__What this task involves__
Where does the string "binary" occur in the records? Copy each line that holds it.

--------

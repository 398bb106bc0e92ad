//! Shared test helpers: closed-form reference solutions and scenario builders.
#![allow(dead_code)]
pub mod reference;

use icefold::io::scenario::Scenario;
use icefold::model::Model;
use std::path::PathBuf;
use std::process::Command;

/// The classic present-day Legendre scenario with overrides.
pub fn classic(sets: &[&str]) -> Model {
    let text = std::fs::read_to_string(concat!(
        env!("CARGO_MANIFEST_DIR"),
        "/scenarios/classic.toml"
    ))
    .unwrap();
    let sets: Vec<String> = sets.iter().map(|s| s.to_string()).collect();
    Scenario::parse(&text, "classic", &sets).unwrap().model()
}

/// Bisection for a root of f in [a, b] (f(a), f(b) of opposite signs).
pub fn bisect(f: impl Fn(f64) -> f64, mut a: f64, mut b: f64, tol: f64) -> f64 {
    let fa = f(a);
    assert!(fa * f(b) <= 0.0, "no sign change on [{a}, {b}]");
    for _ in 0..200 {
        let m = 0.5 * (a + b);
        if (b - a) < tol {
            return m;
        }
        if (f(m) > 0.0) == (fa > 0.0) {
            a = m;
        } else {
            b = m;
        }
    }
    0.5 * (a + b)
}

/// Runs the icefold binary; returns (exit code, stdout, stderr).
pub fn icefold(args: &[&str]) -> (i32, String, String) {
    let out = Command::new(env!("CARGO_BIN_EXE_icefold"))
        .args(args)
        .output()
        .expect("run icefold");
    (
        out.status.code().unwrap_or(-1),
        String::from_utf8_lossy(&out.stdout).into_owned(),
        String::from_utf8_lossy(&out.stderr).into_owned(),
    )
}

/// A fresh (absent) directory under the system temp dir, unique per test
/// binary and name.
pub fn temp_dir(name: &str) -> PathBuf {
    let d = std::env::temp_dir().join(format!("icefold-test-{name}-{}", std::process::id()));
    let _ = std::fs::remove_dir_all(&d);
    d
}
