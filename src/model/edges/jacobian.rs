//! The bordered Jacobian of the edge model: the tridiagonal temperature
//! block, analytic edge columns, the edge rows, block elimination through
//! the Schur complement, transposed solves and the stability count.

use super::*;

--------

__Answer to this task__
/// Runs the icefold binary; returns (exit code, stdout, stderr).
/// binary and name.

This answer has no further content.